■ WHAT THE TASK REQUIRES: Check each line of the material. Copy those containing "headers".

■ TASK DATA:
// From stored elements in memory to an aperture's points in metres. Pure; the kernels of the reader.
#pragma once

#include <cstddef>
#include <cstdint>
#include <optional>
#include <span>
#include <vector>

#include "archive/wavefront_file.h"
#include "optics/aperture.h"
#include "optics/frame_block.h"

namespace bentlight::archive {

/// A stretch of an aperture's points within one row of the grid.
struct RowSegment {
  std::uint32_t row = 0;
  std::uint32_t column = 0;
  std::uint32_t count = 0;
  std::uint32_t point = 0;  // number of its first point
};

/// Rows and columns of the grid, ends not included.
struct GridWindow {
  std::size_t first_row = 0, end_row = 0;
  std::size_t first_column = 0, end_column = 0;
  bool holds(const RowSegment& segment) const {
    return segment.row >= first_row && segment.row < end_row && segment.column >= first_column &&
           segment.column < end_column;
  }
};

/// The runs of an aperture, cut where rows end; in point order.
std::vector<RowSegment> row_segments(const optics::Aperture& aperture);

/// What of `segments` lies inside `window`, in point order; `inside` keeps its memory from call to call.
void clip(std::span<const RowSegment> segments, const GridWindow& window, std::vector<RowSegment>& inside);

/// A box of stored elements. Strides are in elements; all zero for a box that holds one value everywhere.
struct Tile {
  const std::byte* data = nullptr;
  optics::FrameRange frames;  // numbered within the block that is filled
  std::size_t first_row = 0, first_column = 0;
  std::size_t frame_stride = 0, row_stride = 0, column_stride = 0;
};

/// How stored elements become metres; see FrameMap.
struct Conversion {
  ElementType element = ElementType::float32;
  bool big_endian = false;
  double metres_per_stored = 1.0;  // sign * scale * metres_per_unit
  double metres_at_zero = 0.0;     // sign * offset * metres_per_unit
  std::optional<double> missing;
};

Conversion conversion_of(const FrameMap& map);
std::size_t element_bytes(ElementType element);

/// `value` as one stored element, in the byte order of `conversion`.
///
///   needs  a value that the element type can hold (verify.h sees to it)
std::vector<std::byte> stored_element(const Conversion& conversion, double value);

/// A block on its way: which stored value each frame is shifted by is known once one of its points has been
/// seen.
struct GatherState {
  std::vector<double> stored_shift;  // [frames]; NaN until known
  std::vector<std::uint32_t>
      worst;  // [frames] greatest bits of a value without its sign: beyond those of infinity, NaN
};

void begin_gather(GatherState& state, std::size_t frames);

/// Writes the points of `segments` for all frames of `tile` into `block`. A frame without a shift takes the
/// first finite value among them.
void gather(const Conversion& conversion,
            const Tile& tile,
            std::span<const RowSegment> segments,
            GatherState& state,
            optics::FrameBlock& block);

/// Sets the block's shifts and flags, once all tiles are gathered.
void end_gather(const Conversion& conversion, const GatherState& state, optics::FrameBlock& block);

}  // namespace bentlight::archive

--

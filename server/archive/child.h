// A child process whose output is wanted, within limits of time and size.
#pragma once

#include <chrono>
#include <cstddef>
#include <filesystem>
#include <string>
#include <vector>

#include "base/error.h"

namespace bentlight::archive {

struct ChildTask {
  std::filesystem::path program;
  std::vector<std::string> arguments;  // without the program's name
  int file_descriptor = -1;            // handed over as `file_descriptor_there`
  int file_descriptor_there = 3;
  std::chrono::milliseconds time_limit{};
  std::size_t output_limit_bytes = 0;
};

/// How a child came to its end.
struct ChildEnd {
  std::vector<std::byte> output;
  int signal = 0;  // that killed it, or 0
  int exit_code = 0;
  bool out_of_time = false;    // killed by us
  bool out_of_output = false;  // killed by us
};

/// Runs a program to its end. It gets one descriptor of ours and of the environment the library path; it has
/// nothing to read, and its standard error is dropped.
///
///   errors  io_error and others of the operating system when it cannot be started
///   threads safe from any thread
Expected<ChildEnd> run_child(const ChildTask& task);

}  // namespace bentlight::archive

---

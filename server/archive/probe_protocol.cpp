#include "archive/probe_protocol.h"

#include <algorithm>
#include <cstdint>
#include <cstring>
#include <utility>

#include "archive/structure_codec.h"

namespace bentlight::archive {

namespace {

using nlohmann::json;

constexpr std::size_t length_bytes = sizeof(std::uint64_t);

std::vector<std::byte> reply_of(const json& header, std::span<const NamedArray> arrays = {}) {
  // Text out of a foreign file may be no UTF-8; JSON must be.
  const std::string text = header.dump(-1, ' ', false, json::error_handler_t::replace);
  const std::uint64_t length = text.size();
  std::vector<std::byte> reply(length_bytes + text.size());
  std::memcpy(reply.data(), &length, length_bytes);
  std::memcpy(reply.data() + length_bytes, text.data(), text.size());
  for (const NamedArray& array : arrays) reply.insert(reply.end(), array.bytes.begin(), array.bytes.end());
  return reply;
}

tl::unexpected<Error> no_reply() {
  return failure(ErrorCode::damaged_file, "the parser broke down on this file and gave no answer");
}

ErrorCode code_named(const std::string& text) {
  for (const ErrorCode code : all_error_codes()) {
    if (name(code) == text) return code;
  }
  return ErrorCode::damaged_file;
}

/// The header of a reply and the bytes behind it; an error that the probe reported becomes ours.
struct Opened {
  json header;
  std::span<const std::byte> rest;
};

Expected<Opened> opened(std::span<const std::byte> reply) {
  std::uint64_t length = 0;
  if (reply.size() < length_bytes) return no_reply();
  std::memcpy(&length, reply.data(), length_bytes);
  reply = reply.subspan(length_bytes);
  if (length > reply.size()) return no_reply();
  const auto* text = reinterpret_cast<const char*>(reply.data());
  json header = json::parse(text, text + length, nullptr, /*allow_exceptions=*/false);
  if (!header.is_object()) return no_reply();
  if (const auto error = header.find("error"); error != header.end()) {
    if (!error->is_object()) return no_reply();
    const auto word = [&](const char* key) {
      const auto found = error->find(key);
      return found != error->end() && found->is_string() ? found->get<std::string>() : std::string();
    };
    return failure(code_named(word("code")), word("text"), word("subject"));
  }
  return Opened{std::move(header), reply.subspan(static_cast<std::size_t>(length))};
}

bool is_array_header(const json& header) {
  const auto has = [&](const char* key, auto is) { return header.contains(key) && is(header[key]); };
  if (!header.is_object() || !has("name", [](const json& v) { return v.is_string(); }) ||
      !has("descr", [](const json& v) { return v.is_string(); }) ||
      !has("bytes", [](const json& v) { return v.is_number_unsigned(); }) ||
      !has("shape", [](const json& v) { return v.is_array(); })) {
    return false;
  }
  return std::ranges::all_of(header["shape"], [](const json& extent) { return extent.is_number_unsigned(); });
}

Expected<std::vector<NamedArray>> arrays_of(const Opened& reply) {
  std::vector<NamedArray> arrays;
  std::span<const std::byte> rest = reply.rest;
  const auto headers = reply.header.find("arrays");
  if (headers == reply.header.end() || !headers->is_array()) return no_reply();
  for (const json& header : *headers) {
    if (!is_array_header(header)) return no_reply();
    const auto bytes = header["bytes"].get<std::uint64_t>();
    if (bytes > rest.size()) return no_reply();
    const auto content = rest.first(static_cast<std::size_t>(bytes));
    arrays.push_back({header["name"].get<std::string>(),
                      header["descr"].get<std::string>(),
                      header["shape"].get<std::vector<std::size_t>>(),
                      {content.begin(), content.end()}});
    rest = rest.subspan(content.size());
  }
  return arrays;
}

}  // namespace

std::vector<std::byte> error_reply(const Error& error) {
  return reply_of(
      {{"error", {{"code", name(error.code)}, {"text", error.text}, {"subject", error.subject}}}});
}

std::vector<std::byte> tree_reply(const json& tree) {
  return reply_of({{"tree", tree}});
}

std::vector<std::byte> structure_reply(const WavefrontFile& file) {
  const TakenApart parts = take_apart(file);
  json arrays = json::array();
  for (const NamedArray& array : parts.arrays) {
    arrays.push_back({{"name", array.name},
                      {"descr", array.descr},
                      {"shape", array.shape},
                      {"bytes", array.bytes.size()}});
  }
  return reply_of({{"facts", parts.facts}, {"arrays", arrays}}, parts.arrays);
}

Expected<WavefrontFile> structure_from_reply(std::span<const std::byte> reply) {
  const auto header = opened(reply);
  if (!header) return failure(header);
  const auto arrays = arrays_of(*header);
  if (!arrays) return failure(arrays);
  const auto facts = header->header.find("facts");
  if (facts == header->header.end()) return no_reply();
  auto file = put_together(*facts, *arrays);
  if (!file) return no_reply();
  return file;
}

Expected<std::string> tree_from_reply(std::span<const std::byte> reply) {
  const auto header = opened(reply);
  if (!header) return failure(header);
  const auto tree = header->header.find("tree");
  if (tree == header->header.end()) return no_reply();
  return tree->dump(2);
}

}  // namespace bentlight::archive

■ RESULT OF THIS TASK:
  const auto headers = reply.header.find("arrays");
  if (headers == reply.header.end() || !headers->is_array()) return no_reply();
  for (const json& header : *headers) {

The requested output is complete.